• [Exercise description] From the line with "const onVisible = ()" through the final line, transcribe the material below character for character; include no other lines.

• [Records shown]
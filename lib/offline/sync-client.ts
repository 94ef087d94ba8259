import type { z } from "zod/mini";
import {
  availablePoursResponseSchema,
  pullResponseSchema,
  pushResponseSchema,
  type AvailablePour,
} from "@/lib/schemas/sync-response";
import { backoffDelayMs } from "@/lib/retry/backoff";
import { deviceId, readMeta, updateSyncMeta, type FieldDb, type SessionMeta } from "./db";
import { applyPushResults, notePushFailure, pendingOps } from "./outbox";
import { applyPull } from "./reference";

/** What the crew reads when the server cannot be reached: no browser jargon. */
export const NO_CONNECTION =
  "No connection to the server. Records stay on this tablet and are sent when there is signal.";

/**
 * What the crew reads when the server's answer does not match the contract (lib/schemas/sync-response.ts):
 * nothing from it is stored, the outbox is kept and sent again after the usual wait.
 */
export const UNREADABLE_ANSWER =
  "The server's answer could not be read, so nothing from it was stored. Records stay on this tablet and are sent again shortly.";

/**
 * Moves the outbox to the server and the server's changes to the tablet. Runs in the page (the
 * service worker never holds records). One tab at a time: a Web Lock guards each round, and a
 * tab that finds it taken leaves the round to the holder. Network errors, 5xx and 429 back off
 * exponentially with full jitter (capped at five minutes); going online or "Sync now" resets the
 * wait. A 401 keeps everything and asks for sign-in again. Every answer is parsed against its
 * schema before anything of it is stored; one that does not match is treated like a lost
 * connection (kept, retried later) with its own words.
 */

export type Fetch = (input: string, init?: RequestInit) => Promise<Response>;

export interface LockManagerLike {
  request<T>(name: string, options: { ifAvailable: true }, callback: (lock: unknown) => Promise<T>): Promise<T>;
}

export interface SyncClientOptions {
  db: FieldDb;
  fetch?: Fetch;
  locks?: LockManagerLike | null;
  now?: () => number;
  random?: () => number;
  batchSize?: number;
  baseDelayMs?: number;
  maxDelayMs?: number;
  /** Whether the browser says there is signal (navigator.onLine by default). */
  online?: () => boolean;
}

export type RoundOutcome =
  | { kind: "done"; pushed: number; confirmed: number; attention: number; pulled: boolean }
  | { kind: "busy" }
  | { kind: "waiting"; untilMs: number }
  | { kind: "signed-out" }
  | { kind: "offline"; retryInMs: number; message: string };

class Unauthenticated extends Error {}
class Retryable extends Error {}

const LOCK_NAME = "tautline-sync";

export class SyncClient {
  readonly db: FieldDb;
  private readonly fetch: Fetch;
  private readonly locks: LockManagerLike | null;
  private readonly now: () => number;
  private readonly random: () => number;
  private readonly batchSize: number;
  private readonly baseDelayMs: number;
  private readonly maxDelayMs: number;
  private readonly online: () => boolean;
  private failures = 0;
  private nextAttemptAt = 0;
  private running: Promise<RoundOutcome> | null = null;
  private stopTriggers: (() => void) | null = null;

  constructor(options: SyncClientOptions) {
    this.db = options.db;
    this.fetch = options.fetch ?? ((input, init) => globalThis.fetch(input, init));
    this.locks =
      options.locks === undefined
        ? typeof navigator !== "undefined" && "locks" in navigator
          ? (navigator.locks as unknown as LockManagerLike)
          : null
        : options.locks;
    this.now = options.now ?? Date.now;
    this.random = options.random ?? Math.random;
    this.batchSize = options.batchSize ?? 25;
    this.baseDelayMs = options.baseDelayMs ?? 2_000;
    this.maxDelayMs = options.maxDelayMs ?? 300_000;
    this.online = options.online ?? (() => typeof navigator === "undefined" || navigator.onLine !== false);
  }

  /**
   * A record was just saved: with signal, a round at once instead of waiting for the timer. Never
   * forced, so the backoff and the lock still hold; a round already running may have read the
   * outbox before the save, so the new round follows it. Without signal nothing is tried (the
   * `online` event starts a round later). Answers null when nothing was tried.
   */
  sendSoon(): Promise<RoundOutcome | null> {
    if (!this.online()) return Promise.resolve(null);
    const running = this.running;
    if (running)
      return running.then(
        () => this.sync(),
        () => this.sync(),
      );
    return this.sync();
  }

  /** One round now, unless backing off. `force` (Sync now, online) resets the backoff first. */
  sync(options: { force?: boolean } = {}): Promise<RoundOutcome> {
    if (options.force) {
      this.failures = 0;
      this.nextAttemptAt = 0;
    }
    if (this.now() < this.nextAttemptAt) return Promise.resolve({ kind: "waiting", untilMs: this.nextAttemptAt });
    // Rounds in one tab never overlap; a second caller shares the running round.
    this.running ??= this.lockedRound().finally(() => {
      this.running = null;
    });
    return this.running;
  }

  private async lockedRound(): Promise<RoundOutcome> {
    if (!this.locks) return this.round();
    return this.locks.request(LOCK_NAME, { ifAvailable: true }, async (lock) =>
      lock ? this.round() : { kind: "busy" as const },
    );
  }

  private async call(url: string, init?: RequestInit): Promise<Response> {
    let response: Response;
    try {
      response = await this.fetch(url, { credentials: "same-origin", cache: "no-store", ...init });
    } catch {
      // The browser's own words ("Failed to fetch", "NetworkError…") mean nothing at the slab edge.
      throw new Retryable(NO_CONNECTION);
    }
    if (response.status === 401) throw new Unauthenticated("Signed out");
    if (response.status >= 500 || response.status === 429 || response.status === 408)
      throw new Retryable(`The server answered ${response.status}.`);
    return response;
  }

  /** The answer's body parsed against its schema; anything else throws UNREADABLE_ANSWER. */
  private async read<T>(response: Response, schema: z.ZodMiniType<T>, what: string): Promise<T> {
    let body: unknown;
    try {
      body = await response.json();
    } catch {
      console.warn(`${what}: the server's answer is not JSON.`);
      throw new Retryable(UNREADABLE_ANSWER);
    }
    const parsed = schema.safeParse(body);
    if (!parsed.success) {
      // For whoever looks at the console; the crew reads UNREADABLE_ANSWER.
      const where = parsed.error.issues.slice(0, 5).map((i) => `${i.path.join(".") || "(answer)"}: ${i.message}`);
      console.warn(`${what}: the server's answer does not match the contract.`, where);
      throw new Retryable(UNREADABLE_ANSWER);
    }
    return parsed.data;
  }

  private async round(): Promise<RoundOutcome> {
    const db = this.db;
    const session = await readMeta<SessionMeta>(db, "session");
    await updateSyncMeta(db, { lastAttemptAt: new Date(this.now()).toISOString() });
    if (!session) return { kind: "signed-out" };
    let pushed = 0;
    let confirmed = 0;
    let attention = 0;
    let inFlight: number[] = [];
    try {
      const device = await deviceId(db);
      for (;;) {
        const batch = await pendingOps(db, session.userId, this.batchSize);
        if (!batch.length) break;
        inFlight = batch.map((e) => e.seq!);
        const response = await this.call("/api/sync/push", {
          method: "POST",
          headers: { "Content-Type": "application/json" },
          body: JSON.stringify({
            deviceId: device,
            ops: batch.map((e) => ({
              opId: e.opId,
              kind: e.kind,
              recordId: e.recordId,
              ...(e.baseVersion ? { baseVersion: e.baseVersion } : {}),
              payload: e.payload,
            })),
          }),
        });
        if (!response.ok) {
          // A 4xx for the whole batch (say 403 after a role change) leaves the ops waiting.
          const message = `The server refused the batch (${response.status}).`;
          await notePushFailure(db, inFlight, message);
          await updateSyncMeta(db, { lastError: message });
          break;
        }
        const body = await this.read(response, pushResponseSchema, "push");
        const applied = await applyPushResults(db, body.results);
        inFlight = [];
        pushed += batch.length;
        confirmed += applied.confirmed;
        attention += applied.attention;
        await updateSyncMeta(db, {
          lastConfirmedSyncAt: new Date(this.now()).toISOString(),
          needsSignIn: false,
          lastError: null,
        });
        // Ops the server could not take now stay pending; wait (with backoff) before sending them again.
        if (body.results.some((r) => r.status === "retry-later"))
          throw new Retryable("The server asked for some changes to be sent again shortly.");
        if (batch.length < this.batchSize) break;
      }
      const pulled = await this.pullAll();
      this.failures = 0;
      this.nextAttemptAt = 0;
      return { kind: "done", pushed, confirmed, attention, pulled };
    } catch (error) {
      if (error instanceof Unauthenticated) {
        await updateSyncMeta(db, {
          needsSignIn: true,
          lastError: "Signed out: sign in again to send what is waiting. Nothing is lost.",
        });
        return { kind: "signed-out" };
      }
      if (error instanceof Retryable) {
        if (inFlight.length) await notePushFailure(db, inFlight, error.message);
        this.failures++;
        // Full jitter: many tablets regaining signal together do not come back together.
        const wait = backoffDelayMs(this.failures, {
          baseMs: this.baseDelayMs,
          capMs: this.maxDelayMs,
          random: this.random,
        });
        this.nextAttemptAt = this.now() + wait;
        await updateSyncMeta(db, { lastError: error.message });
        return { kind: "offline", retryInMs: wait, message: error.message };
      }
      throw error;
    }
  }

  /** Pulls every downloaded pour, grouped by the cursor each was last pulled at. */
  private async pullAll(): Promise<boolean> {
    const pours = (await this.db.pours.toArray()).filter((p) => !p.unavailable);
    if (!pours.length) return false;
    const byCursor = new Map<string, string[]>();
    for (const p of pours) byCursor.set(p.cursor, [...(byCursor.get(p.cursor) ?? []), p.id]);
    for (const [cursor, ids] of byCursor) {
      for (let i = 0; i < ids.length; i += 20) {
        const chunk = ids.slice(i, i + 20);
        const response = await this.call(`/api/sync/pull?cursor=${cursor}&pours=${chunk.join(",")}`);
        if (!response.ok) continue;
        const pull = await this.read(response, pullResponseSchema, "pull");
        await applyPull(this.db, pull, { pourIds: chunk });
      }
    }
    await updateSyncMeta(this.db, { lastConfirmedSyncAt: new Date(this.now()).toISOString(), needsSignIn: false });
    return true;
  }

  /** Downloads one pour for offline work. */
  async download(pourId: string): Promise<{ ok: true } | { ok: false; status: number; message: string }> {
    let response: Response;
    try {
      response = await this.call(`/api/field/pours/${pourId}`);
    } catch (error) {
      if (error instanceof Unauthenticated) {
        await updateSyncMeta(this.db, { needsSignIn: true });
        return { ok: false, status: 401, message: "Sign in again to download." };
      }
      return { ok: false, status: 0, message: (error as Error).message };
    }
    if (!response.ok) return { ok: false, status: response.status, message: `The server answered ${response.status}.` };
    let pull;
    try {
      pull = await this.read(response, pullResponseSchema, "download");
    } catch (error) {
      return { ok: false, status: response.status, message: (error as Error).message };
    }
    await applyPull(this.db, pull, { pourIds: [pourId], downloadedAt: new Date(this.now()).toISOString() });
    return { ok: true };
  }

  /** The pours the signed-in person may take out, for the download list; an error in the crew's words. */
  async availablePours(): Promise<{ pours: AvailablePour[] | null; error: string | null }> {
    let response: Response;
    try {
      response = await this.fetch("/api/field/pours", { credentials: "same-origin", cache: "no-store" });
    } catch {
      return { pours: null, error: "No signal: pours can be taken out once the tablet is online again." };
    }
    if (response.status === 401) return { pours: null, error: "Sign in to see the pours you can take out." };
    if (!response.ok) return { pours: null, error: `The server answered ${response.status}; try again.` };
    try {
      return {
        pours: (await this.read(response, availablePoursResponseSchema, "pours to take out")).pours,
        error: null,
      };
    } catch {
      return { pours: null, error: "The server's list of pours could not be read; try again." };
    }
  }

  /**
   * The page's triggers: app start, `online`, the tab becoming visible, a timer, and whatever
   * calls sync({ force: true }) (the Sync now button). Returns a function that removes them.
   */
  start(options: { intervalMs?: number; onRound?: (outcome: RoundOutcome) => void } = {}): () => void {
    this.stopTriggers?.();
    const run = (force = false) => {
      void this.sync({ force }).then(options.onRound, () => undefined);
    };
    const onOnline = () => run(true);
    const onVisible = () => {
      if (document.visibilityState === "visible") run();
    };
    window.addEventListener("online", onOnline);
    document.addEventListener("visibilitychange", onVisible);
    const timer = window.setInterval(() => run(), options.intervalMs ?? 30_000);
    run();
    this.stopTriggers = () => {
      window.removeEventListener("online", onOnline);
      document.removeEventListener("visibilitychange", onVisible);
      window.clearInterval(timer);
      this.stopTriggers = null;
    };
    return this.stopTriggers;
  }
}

• [Result below]
    const onVisible = () => {
      if (document.visibilityState === "visible") run();
    };
    window.addEventListener("online", onOnline);
    document.addEventListener("visibilitychange", onVisible);
    const timer = window.setInterval(() => run(), options.intervalMs ?? 30_000);
    run();
    this.stopTriggers = () => {
      window.removeEventListener("online", onOnline);
      document.removeEventListener("visibilitychange", onVisible);
      window.clearInterval(timer);
      this.stopTriggers = null;
    };
    return this.stopTriggers;
  }
}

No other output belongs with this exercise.